How to Choose the Best Fat Burner

How to Choose the Best Fat Burner

How to Choose the Best Weight Loss Supplements

With probably the most confusing ingredients lists, and the most aggressive advertising, the weight loss supplements category is by far the toughest to navigate for a beginner looking to choose the right supplement for them. It's clear that everyone wants to lose weight, burn fat, tone up and get ripped, but the reality is, unfortunately, that it takes a lot of hard work and determination, and there is no supplement that's going to do that for you. Nonetheless, supplement companies advertise their products like they each are the holy grail of weight loss.

If you are looking for the best weight loss supplements then you need a discerning eye to skip past the advertising and read the nutritional facts printed on the label. This is where the smart athletes look for the information, and, with our help, where you should look to find if the fat burner you are holding is right for you.

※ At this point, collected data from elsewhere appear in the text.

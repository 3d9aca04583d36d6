"use server";

import { redirect } from "next/navigation";
import { requireRole } from "@/lib/auth/require-role";
import { getPrisma } from "@/lib/db";
import { acceptProposals, moveBooking, releaseBooking } from "@/lib/planning/bookings";
import { PlanningError } from "@/lib/planning/load-plan-input";
import { runPlan } from "@/lib/planning/run-plan";
import { addCalendarWindow, removeCalendarWindow, setExclusionGroup, updatePlanSettings } from "@/lib/planning/site-calendar";

const text = (formData: FormData, name: string): string => {
  const value = formData.get(name);
  return typeof value === "string" ? value.trim() : "";
};

const optionalNumber = (formData: FormData, name: string): number | undefined => {
  const value = text(formData, name);
  return value === "" ? undefined : Number(value);
};

/** Runs `work`, then returns to the planner page with a message (and extra query), or with the error in words. */
async function planAction(site: string, work: () => Promise<string | { message: string; query: string }>, anchor = ""): Promise<never> {
  let query: string;
  try {
    const result = await work();
    query = typeof result === "string" ? `message=${encodeURIComponent(result)}` : `message=${encodeURIComponent(result.message)}&${result.query}`;
  } catch (error) {
    if (!(error instanceof PlanningError)) throw error;
    query = `error=${encodeURIComponent(error.message)}`;
  }
  redirect(`/plan?site=${encodeURIComponent(site)}&${query}${anchor}`);
}

/** Re-plans the site around its bookings. */
export async function replanAction(formData: FormData): Promise<void> {
  const user = await requireRole("plan.run");
  const site = text(formData, "site");
  await planAction(site, async () => {
    const document = await runPlan(getPrisma(), { siteCode: site, actor: { userId: user.id, name: user.email } });
    return `Plan ${document.id}: ${document.cleanings.length} cleanings, ${document.comparison ? `${document.comparison.changes.length} asset(s) changed` : "first plan of this horizon"}.`;
  });
}

/** Books proposed weeks (one asset, or all with tag empty) and re-plans around them. */
export async function acceptAction(formData: FormData): Promise<void> {
  const user = await requireRole("bookings.edit");
  const site = text(formData, "site");
  const tag = text(formData, "tag");
  await planAction(site, async () => {
    const actor = { userId: user.id, name: user.email };
    const made = await acceptProposals(getPrisma(), site, tag ? [tag] : [], actor);
    await runPlan(getPrisma(), { siteCode: site, actor });
    return made.length ? `Booked ${made.map((entry) => `${entry.tag} (week of ${entry.weekStart})`).join(", ")}.` : "Nothing left to book.";
  });
}

/** Books an asset for another week, then re-plans; the page shows what moved and the cost difference. */
export async function moveAction(formData: FormData): Promise<void> {
  const user = await requireRole("bookings.edit");
  const site = text(formData, "site");
  const tag = text(formData, "tag");
  await planAction(site, async () => {
    const actor = { userId: user.id, name: user.email };
    const moved = await moveBooking(getPrisma(), tag, text(formData, "week"), actor, { note: text(formData, "note") });
    const document = await runPlan(getPrisma(), { siteCode: site, actor });
    const cost = document.comparison?.costDifference ?? 0;
    return `Booked ${moved.tag} for the week of ${moved.weekStart}; re-planned: cost ${cost >= 0 ? "+" : "−"}${Math.abs(Math.round(cost)).toLocaleString("en-GB")} ${document.totals.currency} against the previous plan.`;
  }, "#changes");
}

/** Frees an asset's booking and re-plans. */
export async function releaseAction(formData: FormData): Promise<void> {
  const user = await requireRole("bookings.edit");
  const site = text(formData, "site");
  const tag = text(formData, "tag");
  await planAction(site, async () => {
    const actor = { userId: user.id, name: user.email };
    const released = await releaseBooking(getPrisma(), tag, actor);
    await runPlan(getPrisma(), { siteCode: site, actor });
    return `Released ${tag} (${released.released.join(", ")}) and re-planned.`;
  }, "#changes");
}

/** What-if: the same plan with scaled fuel or CO2 prices or changed crews, stored as its own run. */
export async function whatIfAction(formData: FormData): Promise<void> {
  const user = await requireRole("plan.run");
  const site = text(formData, "site");
  const fuelPriceFactor = optionalNumber(formData, "fuelPercent");
  const co2PriceFactor = optionalNumber(formData, "co2Percent");
  const crewCapacityDelta = optionalNumber(formData, "crewDelta");
  await planAction(site, async () => {
    for (const [name, value] of [["fuel price", fuelPriceFactor], ["CO2 price", co2PriceFactor], ["crew change", crewCapacityDelta]] as const) {
      if (value !== undefined && !Number.isFinite(value)) throw new PlanningError(`${name} must be a number`);
    }
    if (crewCapacityDelta !== undefined && !Number.isInteger(crewCapacityDelta)) throw new PlanningError("crew change must be a whole number");
    const scenario = {
      ...(fuelPriceFactor !== undefined && fuelPriceFactor !== 100 ? { fuelPriceFactor: fuelPriceFactor / 100 } : {}),
      ...(co2PriceFactor !== undefined && co2PriceFactor !== 100 ? { co2PriceFactor: co2PriceFactor / 100 } : {}),
      ...(crewCapacityDelta ? { crewCapacityDelta } : {}),
    };
    if (Object.keys(scenario).length === 0) throw new PlanningError("change the fuel price, the CO2 price or the crews to compare a scenario");
    if ((scenario.fuelPriceFactor ?? 1) < 0 || (scenario.co2PriceFactor ?? 1) < 0) throw new PlanningError("prices cannot be negative");
    const document = await runPlan(getPrisma(), { siteCode: site, actor: { userId: user.id, name: user.email }, scenario });
    return { message: `What-if ${document.id} planned against baseline plan ${document.comparison?.previousRunId ?? "?"}.`, query: `whatIf=${document.id}` };
  }, "#what-if");
}

/** Saves the planning settings. */
export async function settingsAction(formData: FormData): Promise<void> {
  const user = await requireRole("calendar.edit");
  const site = text(formData, "site");
  await planAction(site, async () => {
    const settings = await updatePlanSettings(getPrisma(), site, {
      crewCapacity: optionalNumber(formData, "crewCapacity"),
      horizonWeeks: optionalNumber(formData, "horizonWeeks"),
      deadlineQuantile: text(formData, "deadlineQuantile") || undefined,
      minimumDaysBetweenCleanings: optionalNumber(formData, "minimumDaysBetweenCleanings"),
    }, { userId: user.id, name: user.email });
    return `Settings saved: ${settings.crewCapacity} crews, ${settings.horizonWeeks} weeks, deadline ${settings.deadlineQuantile.toUpperCase()}. Plan again to apply them.`;
  }, "#calendar");
}

/** Adds a turnaround or blackout window. */
export async function addWindowAction(formData: FormData): Promise<void> {
  const user = await requireRole("calendar.edit");
  const site = text(formData, "site");
  await planAction(site, async () => {
    const window = await addCalendarWindow(getPrisma(), site, { kind: text(formData, "kind"), name: text(formData, "name"), startDate: text(formData, "startDate"), endDate: text(formData, "endDate") }, { userId: user.id, name: user.email });
    return `Added ${window.kind} "${window.name}". Plan again to apply it.`;
  }, "#calendar");
}

/** Removes a window. */
export async function removeWindowAction(formData: FormData): Promise<void> {
  const user = await requireRole("calendar.edit");
  const site = text(formData, "site");
  await planAction(site, async () => {
    await removeCalendarWindow(getPrisma(), site, Number(text(formData, "id")), { userId: user.id, name: user.email });
    return "Window removed. Plan again to apply it.";
  }, "#calendar");
}

/** Sets (or with no tags removes) an exclusion group. */
export async function groupAction(formData: FormData): Promise<void> {
  const user = await requireRole("calendar.edit");
  const site = text(formData, "site");
  await planAction(site, async () => {
    const tags = text(formData, "tags").split(/[\s,;]+/).filter(Boolean);
    await setExclusionGroup(getPrisma(), site, text(formData, "name"), tags, { userId: user.id, name: user.email });
    return tags.length ? `Group saved. Plan again to apply it.` : "Group removed.";
  }, "#calendar");
}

Here are the most common and most effective thermogenic ingredients, and the amounts that you should be getting from your fat burner:

  • Caffeine (usually written as caffeine anhydrous) - It's included in pretty much every weight loss pill there is, not only for the stimulant and energy effects it provides, but also because it is proven by research to help you burn fat and stimulate metabolism. A rough estimate of content is that 100mg of caffeine = 1 cup of coffee, so use that as a guide when choosing your fat burner. Just be careful not to overdose - anything over about 600mg/day (including your intake from other supplements, foods and drinks) might result in nasty side effects such as dehydration, rapid heartbeat, excessive sweating, increased blood pressure and worse.
  • Green Tea Extract (Camellia Sinensis) - Probably the second-most used ingredient, green tea extract is a highly effective weight loss supplement. It works by reducing the size of fat cells and increasing norepinephrine - the body's main fat-burning hormone. You will want approximately 200-300mg of standardised polyphenols (the active extract of green tea) per day, so keep in mind the polyphenol percentage when choosing your supplement.
  • Guarana (Paullinia cupana) - A popular ingredient in energy drinks due to its natural caffeine content, guarana has a number of benefits for anyone looking to burn body fat. Not only does it increase energy levels, in enhances mental focus and prolongs physical performance - perfect for longer workouts when dieting. 500-1500mg/day is a generally acceptable dose of guarana.
  • Yerba Mate (Ilex Paraguariensis) - Native to South America, the yerba tree provides similar benefits to the guarana plant, and its' leaves are used to make a beverage much like tea leaves are. Studies have shown significant benefits in cholesterol levels through use of yerba mate as a supplement, and with a natural caffeine content, it is believed to enhance metabolism and reduce fat absorption. Like guarana, look for 500-1500mg in your daily intake.
  • Synephrine (Oxedrine or Citrus Aurantium or Bitter Orange) - As one of the most popular ingredients used in fat burners after ephedra was outlawed, synephrine plays a similar role to ephedra as a stimulant, and is believed to increase fat loss ability, stimulate metabolism, reduce hunger and increase body heat. One of its' main side effects is that it constricts blood vessels, so it will work against nitric oxide supplements, and should be used separately. 4-20mg of synephrine is a valid daily dose.

Aside from these main ingredients, there are hundreds of others that are included in thermogenic supplements around the world. Ingredients such as l-carnitine, conjugated linoleic acid (CLA) and 7-keto are others that are beneficial to weight loss also, and any combination of these ingredients will certainly stimulate your metabolism.

Be careful when choosing your fat burner - often supplement companies load them with caffeine and sprinkle a few effective ingredients such as green tea or guarana just so they appear on the label. The most common issue with thermogenics is that the ingredients aren't included at doses high enough to actually work. Check the label for the ingredient dosages and compare them to what a valid daily dose should be. Of course, always follow the directions on the label!

There you have a rundown of what makes a good weight loss supplement. The combination of just a few of these key ingredients should result in some significant improvement to your training intensity, metabolic rate, and your physique. Make sure you combine them with a sensible eating and training program for some great results!